Их сейчас много разных, с разной химией, степенью брожения, количеством сахара и прочее. О каком вы говорите?




> Чем оно тогда отличается от обычного виноградного сока?


От свежевыжатого виноградного сока отличается вкусом (напоминает вино).

----------


## Vishnu-bhakta

> Их сейчас много разных, с разной химией, степенью брожения, количеством сахара и прочее. О каком вы говорите?
> 
> 
> От свежевыжатого виноградного сока отличается вкусом (напоминает вино).


Я конечно не имею в виду всякую химию или растворители типа соков из пакетиков("просто добавь воды"). В квасе естественного брожения всегда используют сахар, так что это нормально. Вряд ли его может быть там слишком много иначе это уже будет не квас а какая то медовуха)

----------


## John Lock

Конечно же ответ Нет. Безалкогольное пиво, вино или еще что-то в этом роде. Такое ощущения что у человека или тяга к "былому" либо запретный плод сладок(в случае если кто вообще никогда не пробовал).
А зачем оно вообще нужно, пиво, вино(хоть и безалкогольное)?Иммитация прежней жизни или что...

----------


## Dayal Nitai das

> А зачем оно вообще нужно, пиво, вино(хоть и безалкогольное)?Иммитация прежней жизни или что...

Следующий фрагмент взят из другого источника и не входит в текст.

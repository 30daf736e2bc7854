package exact

import (
	"errors"
	"math/big"
	"testing"

	"pgregory.net/rapid"
)

func drawRatio(t *rapid.T, label string) Ratio {
	// Few small factors, so that cancellation is common.
	factors := []Poly{
		PolyFromInt64s(1, 1), PolyFromInt64s(0, 1), PolyFromInt64s(-2, 3),
		PolyFromInt64s(1, 0, 1), PolyFromInt64s(1, 1, 5), PolyFromInt64s(4),
	}
	product := func(label string) Poly {
		p := Constant(drawRat(t, 20, label+" scale"))
		for range rapid.IntRange(0, 4).Draw(t, label+" count") {
			p = p.Mul(rapid.SampledFrom(factors).Draw(t, label))
		}
		return p
	}
	den := product(label + " den")
	if den.IsZero() {
		den = PolyFromInt64s(1)
	}
	f, err := NewRatio(product(label+" num").Add(product(label+" num 2")), den)
	if err != nil {
		t.Fatal(err)
	}
	return f
}

func TestRatioField(t *testing.T) {
	rapid.Check(t, func(t *rapid.T) {
		f, g := drawRatio(t, "f"), drawRatio(t, "g")
		checked := func(what string, h Ratio) Ratio {
			if euclidGCD(h.Num, h.Den).Degree() > 0 || h.Den.Leading().Cmp(big.NewRat(1, 1)) != 0 {
				t.Fatalf("%s is not in lowest terms with monic denominator: %v", what, h)
			}
			return h
		}
		x := drawRat(t, 30, "x")
		fx, okF := f.Eval(x)
		gx, okG := g.Eval(x)
		same := func(what string, h Ratio, want *big.Rat) {
			if got, ok := checked(what, h).Eval(x); ok && got.Cmp(want) != 0 {
				t.Fatalf("%s at %v: %v, want %v", what, x, got, want)
			}
		}
		if okF && okG {
			same("sum", f.Add(g), new(big.Rat).Add(fx, gx))
			same("difference", f.Sub(g), new(big.Rat).Sub(fx, gx))
			same("product", f.Mul(g), new(big.Rat).Mul(fx, gx))
			same("negative", f.Neg(), new(big.Rat).Neg(fx))
			if q, err := f.Quo(g); err == nil && gx.Sign() != 0 {
				same("quotient", q, new(big.Rat).Quo(fx, gx))
			} else if err != nil && !g.IsZero() {
				t.Fatal(err)
			}
		}
		if !f.Add(g).Sub(g).Equal(f) {
			t.Fatal("f + g − g")
		}
		product := f.Mul(g)
		lhs := checked("derivative", product.Derivative())
		if !lhs.Equal(f.Derivative().Mul(g).Add(f.Mul(g.Derivative()))) {
			t.Fatal("product rule")
		}
		q, r := f.ProperPart()
		checked("proper part", r)
		if !PolyRatio(q).Add(r).Equal(f) || r.Num.Degree() >= r.Den.Degree() {
			t.Fatal("proper part")
		}
		if re, im, ok := f.EvalGaussian(x, new(big.Rat)); ok && (re.Cmp(fx) != 0 || im.Sign() != 0) {
			t.Fatal("Gaussian value on the real axis")
		}
	})
}

func TestRatioZero(t *testing.T) {
	var z Ratio
	one := ConstantRatio(big.NewRat(1, 1))
	if !z.IsZero() || !z.IsConstant() || !z.Add(one).Equal(one) || z.String() != "0" || !z.Mul(one).Equal(z) {
		t.Error("the zero value is not the function 0")
	}
	if _, err := NewRatio(PolyFromInt64s(1), Poly{}); !errors.Is(err, ErrZeroDenominator) {
		t.Errorf("NewRatio(1, 0): %v", err)
	}
	if _, err := one.Quo(z); !errors.Is(err, ErrZeroDenominator) {
		t.Errorf("1/0: %v", err)
	}
}
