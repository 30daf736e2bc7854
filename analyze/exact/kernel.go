package exact

import (
	"context"
	"math/big"
	"slices"
)

// Kernel tells which equations and unknowns are at fault in a pencil that is
// singular for every s: rows supports a combination of equations whose
// left-hand side vanishes, cols a combination of unknowns that no equation
// determines. Each is minimal: no proper subset of it will do. Both are nil
// for a pencil that is not singular, and when the context ends.
//
// The null vectors are computed modulo a prime at one point; that the
// pencil is singular at all is not proved here but by Determinant.
func (p *Pencil) Kernel(ctx context.Context) (rows, cols []int) {
	m := takeModuli(1)[0]
	return p.kernelMod(ctx, m, m.fromUint(0x9e3779b97f4a7c15), 0, 0)
}

// kernelAt is Kernel at the point re + j·im.
func (p *Pencil) kernelAt(ctx context.Context, re, im *big.Rat) (rows, cols []int) {
	for _, m := range takeModuli(64) {
		x, okX := m.fromRat(re)
		y, okY := m.fromRat(im)
		if okX && okY {
			return p.kernelMod(ctx, m, x, y, m.sqrtMinusOne())
		}
	}
	return nil, nil
}

// fromRat returns the residue of r and whether p does not divide its
// denominator.
func (m *modulus) fromRat(r *big.Rat) (uint64, bool) {
	num := m.fromBig(r.Num())
	if r.IsInt() {
		return num, true
	}
	den := m.fromBig(r.Denom())
	if den == 0 {
		return 0, false
	}
	return m.mul(num, m.inverse(den)), true
}

// kernelMod returns the smallest supports of left and right null vectors of
// the pencil at s = x + j·y with j the given square root of −1.
func (p *Pencil) kernelMod(ctx context.Context, m *modulus, x, y, j uint64) (rows, cols []int) {
	s := m.add(x, m.mul(y, j))
	n := p.Size()
	a, t := make([][]uint64, n), make([][]uint64, n)
	for i := range a {
		a[i], t[i] = make([]uint64, n), make([]uint64, n)
	}
	for e := range p.Entries() {
		g, _ := m.fromRat(e.G)
		c, _ := m.fromRat(e.C)
		v := m.add(g, m.mul(c, s))
		a[e.Row][e.Col], t[e.Col][e.Row] = v, v
	}
	rows, cols = m.smallestCircuit(ctx, t), m.smallestCircuit(ctx, a)
	if ctx.Err() != nil {
		return nil, nil
	}
	return rows, cols
}

// smallestCircuit returns the smallest support among the basis null vectors
// of a that the reduced echelon form gives, nil if a is regular. Each such
// support is minimal under inclusion: it has one column outside a basis of
// the column space, and the combination of that basis is unique. It returns
// nil when the context ends.
func (m *modulus) smallestCircuit(ctx context.Context, a [][]uint64) []int {
	n := len(a)
	pivotRow := make([]int, n)
	row := 0
	for c := range n {
		if ctx.Err() != nil {
			return nil
		}
		pivotRow[c] = -1
		i := row
		for i < n && a[i][c] == 0 {
			i++
		}
		if i == n {
			continue
		}
		a[row], a[i] = a[i], a[row]
		inv := m.inverse(a[row][c])
		for k := c; k < n; k++ {
			a[row][k] = m.mul(a[row][k], inv)
		}
		for i := range n {
			f := a[i][c]
			if i == row || f == 0 {
				continue
			}
			for k := c; k < n; k++ {
				a[i][k] = m.sub(a[i][k], m.mul(f, a[row][k]))
			}
		}
		pivotRow[c] = row
		row++
	}
	var best []int
	for c := range n {
		if pivotRow[c] >= 0 {
			continue
		}
		support := []int{c}
		for k := range n {
			if pivotRow[k] >= 0 && a[pivotRow[k]][c] != 0 {
				support = append(support, k)
			}
		}
		if best == nil || len(support) < len(best) {
			best = support
		}
	}
	slices.Sort(best)
	return best
}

Спасибо за сообщение. Я могу написать свое понимание, почему вообще такие темы появляются: пить или не пить безалкогольное пиво. И как такие слова как "пиво" и "вайшнав" вообще могут писаться вместе.
У преданного особенно в начале духовной жизни остаются (и в этом нет ничего предосудительного) привычки, привязанности, вкусы... В данном случае какая-то менее вредная, менее греховная (или вообще не греховная, а наоборот полезная и благостная) альтернатива может помочь. Со временем преданный откажется и от нее.
У нас есть замечательная культура, с богатой разнообразной кулинарией. Преданные настолько искусны, что могут сами готовить кулинарные шедевры, вкуснейшие напитки (в том числе и прохладительные). И когда подобные вкусы культивируются, уже отпадает тяга к магазинным вещам.
Могу сказать про себя, мне раньше нравился магазинный хлеб. Казалось - свежий хлеб, что может быть вкуснее! Однако, когда я узнал, что его нельзя предлагать Кришне - исключил его из рациона. Какое-то время страдал, чувствовал дискоморт, так как ел без хлеба, не наедался, а чапати ел редко. Но потом благодаря преданным, благодаря вайшнавам и их рецептам, в частности рецептам матушки Вишакхи из Ижевска, хлеб вернулся! Оказалось, можно готовить хлеб и без дрожжей и получается вкусно!
Поэтому, если есть привязанность к вкусу это не страшно, она со временем пройдет, ведь любую магазинную бяку можно заменить на приготовленный собственноручно кулинарный шедевр, который будет предложен Кришне!
А безалкогольное пиво, у меня лично вызывает большее отторжение, чем вегетарианская колбаса (которую тоже не ем, из-за того, что она похожа на настоящую). Такая колбаса, думаю, менее вредна для здоровья. Да и пивом тебя преданные угощать не станут. А такой колбаской, крайне редко, раз в год, но все же могут угостить.

----------


## Vishnu-bhakta

> Конечно же ответ Нет. Безалкогольное пиво, вино или еще что-то в этом роде. Такое ощущения что у человека или тяга к "былому" либо запретный плод сладок(в случае если кто вообще никогда не пробовал).
> А зачем оно вообще нужно, пиво, вино(хоть и безалкогольное)?Иммитация прежней жизни или что...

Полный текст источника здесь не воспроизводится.